Hypothesis, Verification, and Induction: Grounding Large Language Models with Self-Driven Skill Learning

Authors: Shaohui Peng, Xing Hu, Qi Yi, Rui Zhang, Jiaming Guo, Di Huang, Zikang Tian, Ruizhi Chen, Zidong Du, Qi Guo, Yunji Chen, Ling Li

AAAI 2024 | Conference PDF | Archive PDF | Plain Text | LLM Run Details

Reproducibility Variable Result LLM Response
Research Type Experimental Verified in the famous instruction following task set, Baby AI, HYVIN achieves comparable performance in the most challenging tasks compared with imitation learning methods that cost millions of demonstrations, proving the effectiveness of learned skills and showing the feasibility and efficiency of our framework.
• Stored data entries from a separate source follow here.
def trace_curve(
    mechanism: Mechanism, start: State, step: float, most_points: int = 20_000
) -> tuple[State, Array, bool]:
    """Trace the curve of a mechanism with one equation fewer than unknowns, by pseudo-arclength.

    Parameters
    ----------
    mechanism : one degree of freedom, no inputs (or inputs held at 0).
    start : a solved state with one pose.
    step : greatest arclength step, mm (angles weighted with what they move).
    most_points : stop after that many points if the curve has not closed.

    Returns
    -------
    state : the points of the curve, in order.
    arclength : (count,).
    closed : True when the curve came back to its start.

    Raises
    ------
    MechanismError : the equations leave no curve, ``start`` does not close every joint, or the curve meets a
        singular point.

    References
    ----------
    E. L. Allgower and K. Georg, *Numerical Continuation Methods*, 1990 (citation from memory).
    """
    closure = Closure(mechanism)
    unknowns = closure.tree.unknowns
    if closure.equations != unknowns - 1:
        raise MechanismError("a free curve needs exactly one unknown more than equations")
    scale = closure.tree.scale[:unknowns]

    def scaled(state: State) -> tuple[Array, Array]:
        evaluation = closure.evaluate(state, {})
        return evaluation.residual[:, 0], evaluation.jacobian[:, :unknowns, 0] / scale

    def tangent_of(jacobian: Array) -> Array:
        # Along one branch the bordered determinant keeps its sign, so the sign gives the tangent its sense. A step
        # across to a neighbouring branch that runs almost through this one then shows as a reversed tangent.
        along = np.linalg.svd(jacobian)[2][-1]
        return np.asarray(along * np.sign(np.linalg.det(np.vstack((jacobian, along)))))

    residual, jacobian = scaled(start)
    if not np.abs(residual).max(initial=0.0) <= ACCEPTED_RESIDUAL:
        raise MechanismError("a curve starts at a solved pose; at the one given, the joints are open")
    points, lengths = [start], [0.0]
    tangent = tangent_of(jacobian)
    first, closed, size = tangent, False, step
    while len(points) < most_points:
        trial, moved = closure.tree.advance(points[-1], (tangent * size / scale)[:, None]), 0.0
        residual, jacobian = scaled(trial)
        for _ in range(8):
            if np.abs(residual).max(initial=0.0) <= SOUGHT_RESIDUAL:
                break
            change = np.linalg.solve(np.vstack((jacobian, tangent)), np.append(-residual, 0.0))
            moved += float(np.linalg.norm(change))
            trial = closure.tree.advance(trial, (change / scale)[:, None])
            residual, jacobian = scaled(trial)
        new = tangent_of(jacobian)
        # A long correction or a sharp turn may have led to another branch: only a shorter step can tell.
        strayed = moved > CURVE_SHARE * size or new @ tangent < CURVE_COSINE
        if strayed or not np.abs(residual).max(initial=0.0) <= ACCEPTED_RESIDUAL:
            size *= 0.5
            if size < step * 1e-6:
                raise MechanismError("the curve cannot be followed further: it meets a singular point")
            continue
        points.append(trial)
        lengths.append(lengths[-1] + size)
        if len(points) > 3 and _state_distance(closure, trial, start) < 1.01 * size and new @ first > 0.5:
            closed = True
            break
        tangent, size = new, min(size * 1.5, step)
    return stack_states(points), np.array(lengths), closed


def _state_distance(closure: Closure, a: State, b: State) -> float:
    """Distance of two single-pose states, mm: angles weighted with what they move, whole turns left out."""
    total = 0.0
    for link in closure.tree.links.values():
        if link.kind == "free":
            angle = np.linalg.norm(a.turns[link.slot] - b.turns[link.slot]) / np.sqrt(2.0)
            total += float(angle * closure.tree.scale[link.column]) ** 2
            total += float(np.sum((a.places[link.slot] - b.places[link.slot]) ** 2))
        else:
            apart = float(a.scalars[link.slot, 0] - b.scalars[link.slot, 0])
            if link.kind == "hinge":
                apart = 2.0 * np.sin(0.5 * apart) * float(closure.tree.scale[link.column])
            total += apart**2
    return float(np.sqrt(total))


def stack_states(states: list[State]) -> State:
    """Join states along the pose axis."""
    return State(
        np.concatenate([state.turns for state in states], axis=-1),
        np.concatenate([state.places for state in states], axis=-1),
        np.concatenate([state.scalars for state in states], axis=-1),
    )
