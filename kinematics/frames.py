"""Rotations, rigid motions, twists and the instant screw axis. Pure geometry: knows no mechanism.

One convention throughout: ``x_now = R @ x_design + t``; a twist is angular velocity first, then the velocity
of the body-fixed point that is at the origin, so a body point at p moves with ``v + ω × p``.
Arrays carry leading axes.
"""

from __future__ import annotations

from dataclasses import dataclass

import numpy as np
from numpy.typing import NDArray

Array = NDArray[np.float64]

#: Angular rates below this (rad per mm, or per unit of input) are a pure translation: an arm of 10¹² mm.
RATE_FLOOR = 1e-12


def cross(a: Array, b: Array) -> Array:
    """Cross product over the last axis, (..., 3) × (..., 3); several times faster than ``numpy.cross``."""
    ax, ay, az = a[..., 0], a[..., 1], a[..., 2]
    bx, by, bz = b[..., 0], b[..., 1], b[..., 2]
    return np.stack((ay * bz - az * by, az * bx - ax * bz, ax * by - ay * bx), axis=-1)


def rotation_from_vector(vector: Array) -> Array:
    """Rotation matrix of a rotation vector (Rodrigues' formula).

    Parameters
    ----------
    vector : (..., 3) axis times angle, rad.

    Returns
    -------
    (..., 3, 3)
    """
    vector = np.asarray(vector, dtype=float)
    angle = np.linalg.norm(vector, axis=-1)
    first = np.sinc(angle / np.pi)[..., None, None]
    second = (0.5 * np.sinc(angle / (2 * np.pi)) ** 2)[..., None, None]
    skew = skew_matrix(vector)
    return np.asarray(np.eye(3) + first * skew + second * (skew @ skew))


def skew_matrix(vector: Array) -> Array:
    """(..., 3) → (..., 3, 3) with ``skew_matrix(a) @ b == a × b``."""
    x, y, z = vector[..., 0], vector[..., 1], vector[..., 2]
    zero = np.zeros_like(x)
    rows = [np.stack(row, axis=-1) for row in ((zero, -z, y), (z, zero, -x), (-y, x, zero))]
    return np.stack(rows, axis=-2)


def rotation_vector(rotation: Array) -> Array:
    """Rotation vector (..., 3), rad, of rotation matrices (..., 3, 3); the inverse of ``rotation_from_vector``.

    Through the quaternion with the largest component first, so that no angle up to π loses digits.
    """
    quaternion = quaternion_from_rotation(rotation)
    scalar, vector = quaternion[..., :1], quaternion[..., 1:]
    flip = np.where(scalar < 0.0, -1.0, 1.0)
    scalar, vector = scalar * flip, vector * flip
    length = np.linalg.norm(vector, axis=-1, keepdims=True)
    angle = 2.0 * np.arctan2(length, scalar)
    with np.errstate(invalid="ignore", divide="ignore"):
        scale = np.where(length > 1e-300, angle / length, 2.0)
    return np.asarray(vector * scale)


def quaternion_from_rotation(rotation: Array) -> Array:
    """Unit quaternions (..., 4), scalar first, of rotation matrices (..., 3, 3).

    S. W. Shepperd, "Quaternion from rotation matrix", J. Guidance and Control 1 (1978) (citation from memory).
    """
    r = np.asarray(rotation, dtype=float)
    trace = r[..., 0, 0] + r[..., 1, 1] + r[..., 2, 2]
    diagonal = np.stack((trace, r[..., 0, 0], r[..., 1, 1], r[..., 2, 2]), axis=-1)
    s0, s1, s2 = r[..., 2, 1] - r[..., 1, 2], r[..., 0, 2] - r[..., 2, 0], r[..., 1, 0] - r[..., 0, 1]
    p01, p02, p12 = r[..., 1, 0] + r[..., 0, 1], r[..., 2, 0] + r[..., 0, 2], r[..., 2, 1] + r[..., 1, 2]
    d1 = 1.0 - trace + 2.0 * r[..., 0, 0]
    d2 = 1.0 - trace + 2.0 * r[..., 1, 1]
    d3 = 1.0 - trace + 2.0 * r[..., 2, 2]
    candidates = np.stack(
        (
            np.stack((1.0 + trace, s0, s1, s2), axis=-1),
            np.stack((s0, d1, p01, p02), axis=-1),
            np.stack((s1, p01, d2, p12), axis=-1),
            np.stack((s2, p02, p12, d3), axis=-1),
        ),
        axis=-2,
    )
    chosen = np.take_along_axis(candidates, np.argmax(diagonal, axis=-1)[..., None, None], axis=-2)[..., 0, :]
    return np.asarray(chosen / np.linalg.norm(chosen, axis=-1, keepdims=True))


@dataclass(frozen=True)
class ScrewAxis:
    """The instant screw axis of a moving body.

    Attributes
    ----------
    direction : (..., 3) unit vector along the angular velocity; nan for a pure translation.
    point : (..., 3) point of the axis nearest the reference point, mm; nan for a pure translation.
    pitch_mm_per_rad : (...) advance along the axis per radian; inf for a pure translation.
    rate : (...) rad per unit of input.
    """

    direction: Array
    point: Array
    pitch_mm_per_rad: Array
    rate: Array


def screw_axis(angular: Array, velocity: Array, at: Array) -> ScrewAxis:
    """Instant screw axis from the motion at one point.

    Parameters
    ----------
    angular : (..., 3) angular velocity, rad per unit.
    velocity : (..., 3) velocity of the body-fixed point at ``at``, mm per unit.
    at : (..., 3) that point, mm.

    Returns
    -------
    ScrewAxis with direction ω/|ω|, point ``at + (ω × v)/|ω|²``, pitch ``ω·v/|ω|²`` (CONVENTIONS: instant screw
    axis; the theorem of Chasles and Mozzi).
    """
    squared = np.sum(angular * angular, axis=-1)
    rate = np.sqrt(squared)
    turning = rate > RATE_FLOOR
    with np.errstate(invalid="ignore", divide="ignore"):
        direction = np.where(turning[..., None], angular / rate[..., None], np.nan)
        point = np.where(turning[..., None], at + cross(angular, velocity) / squared[..., None], np.nan)
        pitch = np.where(turning, np.sum(angular * velocity, axis=-1) / squared, np.inf)
    pitch = np.where(np.isnan(rate), np.nan, pitch)
    return ScrewAxis(direction, point, pitch, rate)
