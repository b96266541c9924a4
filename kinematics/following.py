"""From the design position to every pose asked for: interpolated starts, path following, lock-up, free curves.

Knows the closure equations, no layout. A pose counts as reached only along a path on which the mechanism
never changes its branch (the sign of the Jacobian's determinant).
"""

from __future__ import annotations

from collections.abc import Iterable, Mapping
from dataclasses import dataclass

import numpy as np
from numpy.typing import ArrayLike, NDArray

from knucklepath.kinematics.closure import ACCEPTED_RESIDUAL, SOUGHT_RESIDUAL, Closure, Corrected
from knucklepath.kinematics.errors import MechanismError
from knucklepath.kinematics.frames import rotation_vector
from knucklepath.kinematics.mechanism import Mechanism
from knucklepath.kinematics.tree import State, exponential_first

Array = NDArray[np.float64]

#: A predicted step is trusted when Newton corrects it by no more than this share of its length …
TRUSTED_SHARE = 0.35
#: … or by no more than this (mm), which covers steps of almost no length.
TRUSTED_MM = 1e-3
#: Path following gives up, and calls the pose the limit, when its step is below this (mm of input).
SMALLEST_STEP = 2e-3
#: Grids of more poses than this start from a polynomial through a coarse grid; smaller ones follow directly.
COARSE_FROM = 120
#: Nodes per input of the coarse grid: enough for starts that one Newton step finishes.
COARSE_NODES = 9
NODE_ANGLES = np.pi * (np.arange(COARSE_NODES) + 0.5) / COARSE_NODES
#: The coarse grid's own residual, mm: Newton squares the error of a start, so that no more is to be gained.
COARSE_RESIDUAL = 5e-5
#: Steps of path following, at most; a path needs about five, one that ends at a lock-up about sixty.
MOST_PATH_STEPS = 400
#: A step along a free curve is trusted when it is corrected by no more than this share of its length …
CURVE_SHARE = 0.15
#: … and turns the tangent by no more than 11° (this is the cosine).
CURVE_COSINE = 0.98


@dataclass(frozen=True)
class Solution:
    """Solved poses of a mechanism, poses flattened onto the last axis.

    Attributes
    ----------
    closure : the equations.
    shape : the leading shape of the poses; its product is B.
    inputs : name → (B,) as asked for.
    state : coordinates; where ``reached`` is False, of the last pose on the way there.
    reached : (B,).
    share : (B,) how much of the way from the design position to the pose was reached, 0…1.
    error : (B,) largest joint residual, mm.
    determinant : (B,) of the Jacobian over its value at design: 1 there, towards 0 near a singular position.
    rates : (unknowns, inputs, B).
    """

    closure: Closure
    shape: tuple[int, ...]
    inputs: Mapping[str, Array]
    state: State
    reached: NDArray[np.bool_]
    share: Array
    error: Array
    determinant: Array
    rates: Array


def solve(mechanism: Mechanism, inputs: Mapping[str, ArrayLike]) -> Solution:
    """Solve a mechanism for all given inputs at once.

    Parameters
    ----------
    mechanism : points may carry geometry variants on leading axes.
    inputs : input name → value or array; arrays broadcast against each other and the geometry's leading axes.
        Inputs left out stay at 0.

    Returns
    -------
    Solution; a pose that cannot be reached is marked, never raised.

    Raises
    ------
    MechanismError : an input's name is unknown, or equations and unknowns do not match in number.
    """
    known = [item.name for item in mechanism.inputs]
    for name in inputs:
        if name not in known:
            raise MechanismError(f"there is no input '{name}'; inputs: {', '.join(known) or 'none'}")
    values = {name: np.asarray(inputs.get(name, 0.0), dtype=float) for name in known}
    leading = {point.shape[:-1] for point in mechanism.points.values()}
    shape = np.broadcast_shapes(*leading, *(value.shape for value in values.values()))
    flat = {name: np.ascontiguousarray(np.broadcast_to(value, shape).reshape(-1)) for name, value in values.items()}
    closure = Closure(mechanism, shape)
    if closure.equations != closure.tree.unknowns:
        raise MechanismError(
            f"{closure.tree.unknowns} unknowns stand against {closure.equations} equations; "
            "the mobility audit tells what is free or one too many"
        )
    count = int(np.prod(shape))
    finite = np.all([np.isfinite(value) for value in flat.values()], axis=0) if flat else np.ones(count, bool)
    if count > COARSE_FROM and not mechanism.is_batched and finite.all():
        return _through_coarse(closure, shape, flat, values)
    return _from_design(closure, shape, flat)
The main performance results are shown in Table 1. We separately compare HYVIN with baselines in each level task.
Researcher Affiliation Academia 1 Intelligent Software Research Center, Institute of Software, CAS, Beijing, China 2 SKL of Processors, Institute of Computing Technology, CAS, Beijing, China 3 University of Science and Technology of China, USTC, Hefei, China 4 Shanghai Innovation Center for Processor Technologies, SHIC, Shanghai, China 5 University of Chinese Academy of Sciences, UCAS, Beijing, China
Pseudocode No The paper describes the HYVIN framework and its phases (Hypothesis, Verification, Induction, Deduction) in detail using descriptive text and figures, but does not include any explicit pseudocode blocks or algorithms labeled as such.
Open Source Code No The paper does not contain an explicit statement or a link indicating that the source code for the described methodology is publicly available.
Open Datasets Yes Verified in Baby AI, a grid world platform to study language-grounded tasks... To evaluate the efficiency and effectiveness of our proposed framework that automatically discovers, learns, and applies skills, we test HYVIN on the Baby AI environment (Chevalier-Boisvert et al. 2019).
Dataset Splits Yes Besides, subgoals belonging to the same cluster are divided into training and verification sets to monitor the generalization ability of the trained skill to prevent overfitting.
Hardware Specification No The paper mentions using 'Chat GPT (GPT3.5-turbo)' and training with 'PPO algorithm' but does not provide specific details on the hardware (e.g., GPU models, CPU types, memory) used for these computations or experiments.
Software Dependencies No The paper states, 'In this paper, we use Chat GPT (GPT3.5-turbo) as the large language model...'. While GPT3.5-turbo is a specific version of a model/service, the paper does not list other key software components, libraries, or frameworks with their specific version numbers (e.g., Python, PyTorch, TensorFlow, or specific RL frameworks).
Experiment Setup Yes In the implementation, we random sample 100 instructions from each level task, and set the verification steps threshold Tverify equals to 3000. Considering the randomness of Chat GPT s answers, we repeat the experiment of each instruction 3 times to get the average results.